Patients receiving PRISTIQ should have regular monitoring of blood pressure since sustained increases in blood pressure were observed in clinical studies.  Pre-existing hypertension should be controlled before starting PRISTIQ.  Caution should be exercised in treating patients with pre-existing hypertension or other underlying conditions that might be compromised by increases in blood pressure.  Cases of elevated blood pressure requiring immediate treatment have been reported. 
SSRIs and SNRIs, including PRISTIQ, may increase the risk of bleeding events.  Concomitant use of aspirin, NSAIDs, warfarin, and other anticoagulants may add to this risk.

Mydriasis has been reported in association with PRISTIQ; therefore, patients with raised intraocular pressure or those at risk of acute narrow-angle glaucoma (angle-closure glaucoma) should be monitored.

As with all antidepressants, PRISTIQ should be used cautiously in patients with a history or family history of mania or hypomania.

Caution is advised in administering PRISTIQ to patients with cardiovascular, cerebrovascular, or lipid metabolism disorders.  Increases in blood pressure and small increases in heart rate were observed in clinical studies with PRISTIQ. 

Dose-related elevations in fasting serum total cholesterol, LDL (low density lipoprotein) cholesterol, and triglycerides were observed in clinical studies.  Measurement of serum lipids should be considered during PRISTIQ treatment.

Symptoms associated with discontinuation of PRISTIQ have been reported.  Patients should be monitored for symptoms when discontinuing treatment.  A gradual reduction in dose rather than abrupt cessation is recommended whenever possible.

Dosage adjustment (50 mg every other day) is necessary in patients with severe renal impairment or end-stage renal disease (ESRD).  The dose should not be escalated in patients with moderate or severe renal impairment or ESRD.

Products containing desvenlafaxine and products containing venlafaxine should not be used concomitantly with PRISTIQ.

*Adverse Reactions*

The most commonly observed adverse reactions in patients taking PRISTIQ for MDD in short-term fixed-dose premarketing studies (incidence >5% and twice the rate of placebo in the 50- or 100-mg dose groups) were nausea, dizziness, insomnia, hyperhidrosis, constipation, somnolence, decreased appetite, anxiety, and specific male sexual function disorders.

Full prescribing information for PRISTIQ will be available at Pristiq.com.

*Important Treatment Considerations for EFFEXOR XR*

EFFEXOR XR is contraindicated in patients taking monoamine oxidase inhibitors (MAOIs).  

Adult and pediatric patients taking antidepressants can experience worsening of their depression and/or the emergence of suicidality.  All patients should be monitored appropriately and observed closely for clinical worsening and suicidality, especially at the beginning of drug therapy, or at the time of increases or decreases in dose.  Anxiety, agitation, panic attacks, insomnia, irritability, hostility, aggressiveness, impulsivity, akathisia, hypomania, and mania have been reported and may represent precursors to emerging suicidality.  Stopping or modifying therapy should be considered especially when symptoms are severe, abrupt in onset, or not part of presenting symptoms.  
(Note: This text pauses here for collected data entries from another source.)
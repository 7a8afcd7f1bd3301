using System.Text.Json;
using System.Text.Json.Serialization;
using Partwise.Api.Infrastructure;
using Partwise.Core.Problems;
using Partwise.Core.Variance;

namespace Partwise.Api.Shapes;

/// <summary>
/// Part weights (<c>"weights"</c>): <c>"equal"</c> (default), <c>"mean"</c> (mean closed proportions,
/// Greenacre &amp; Lewi 2009) or an object from every part to a positive number (normalised to sum 1).
/// </summary>
/// <param name="Mode"><c>equal</c> or <c>mean</c> when given as a string; null for a map.</param>
/// <param name="Map">The weight per part when given as an object; null otherwise.</param>
[JsonConverter(typeof(WeightsOptionConverter))]
public sealed record WeightsOption(string? Mode, IReadOnlyDictionary<string, double>? Map)
{
    /// <summary>The Core specification; absent means equal weights.</summary>
    /// <exception cref="CompositionException">400 for an unknown mode name.</exception>
    public static PartWeightSpec ToSpec(WeightsOption? option, string pointer = "/weights")
    {
        if (option is null)
        {
            return PartWeightSpec.Equal;
        }

        if (option.Map is { } map)
        {
            return PartWeightSpec.Given(map);
        }

        return option.Mode switch
        {
            "equal" => PartWeightSpec.Equal,
            "mean" => PartWeightSpec.Mean,
            _ => throw new CompositionException(ProblemTypes.InvalidInput, pointer, $"The weights '{option.Mode}' are unknown; use \"equal\", \"mean\" or an object from part name to a positive number."),
        };
    }

    /// <summary>The option from the query parameter <c>weights</c> (<c>equal</c> or <c>mean</c>) or <c>weight.PART</c> numbers.</summary>
    public static WeightsOption? FromQuery(IQueryCollection query, string pointer = "/weights")
    {
        var mode = QueryOptions.Text(query, "weights", pointer);
        var map = QueryOptions.NumberMap(query, "weight", pointer);
        return map is not null ? new WeightsOption(null, map) : mode is null ? null : new WeightsOption(mode, null);
    }
}

/// <summary>Reads <c>weights</c> as a string or an object from part name to number.</summary>
public sealed class WeightsOptionConverter : JsonConverter<WeightsOption>
{
    /// <inheritdoc />
    public override WeightsOption Read(ref Utf8JsonReader reader, Type typeToConvert, JsonSerializerOptions options) =>
        reader.TokenType switch
        {
            JsonTokenType.String => new WeightsOption(reader.GetString(), null),
            JsonTokenType.StartObject => new WeightsOption(null, NumberMaps.Read(ref reader)),
            _ => throw new JsonException("\"weights\" is \"equal\", \"mean\" or an object from part name to a positive number."),
        };

    /// <inheritdoc />
    public override void Write(Utf8JsonWriter writer, WeightsOption value, JsonSerializerOptions options)
    {
        ArgumentNullException.ThrowIfNull(writer);
        ArgumentNullException.ThrowIfNull(value);
        if (value.Map is { } map)
        {
            NumberMaps.Write(writer, map);
            return;
        }

        writer.WriteStringValue(value.Mode);
    }
}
The development of potentially life-threatening serotonin syndrome may occur when EFFEXOR XR is coadministered with other drugs that may affect the serotonergic neurotransmitter systems.  Concomitant use of EFFEXOR XR with MAOIs is contraindicated.  If concomitant use of EFFEXOR XR with an SSRI, SNRI, or a triptan is clinically warranted, careful observation of the patient is advised.  Concomitant use of EFFEXOR XR with tryptophan supplements is not recommended.
Treatment with venlafaxine is associated with sustained increases in blood pressure (BP) in some patients.  Postmarketing cases of elevated BP requiring immediate treatment have been reported.  Pre-existing hypertension should be controlled.  Regular BP monitoring is recommended.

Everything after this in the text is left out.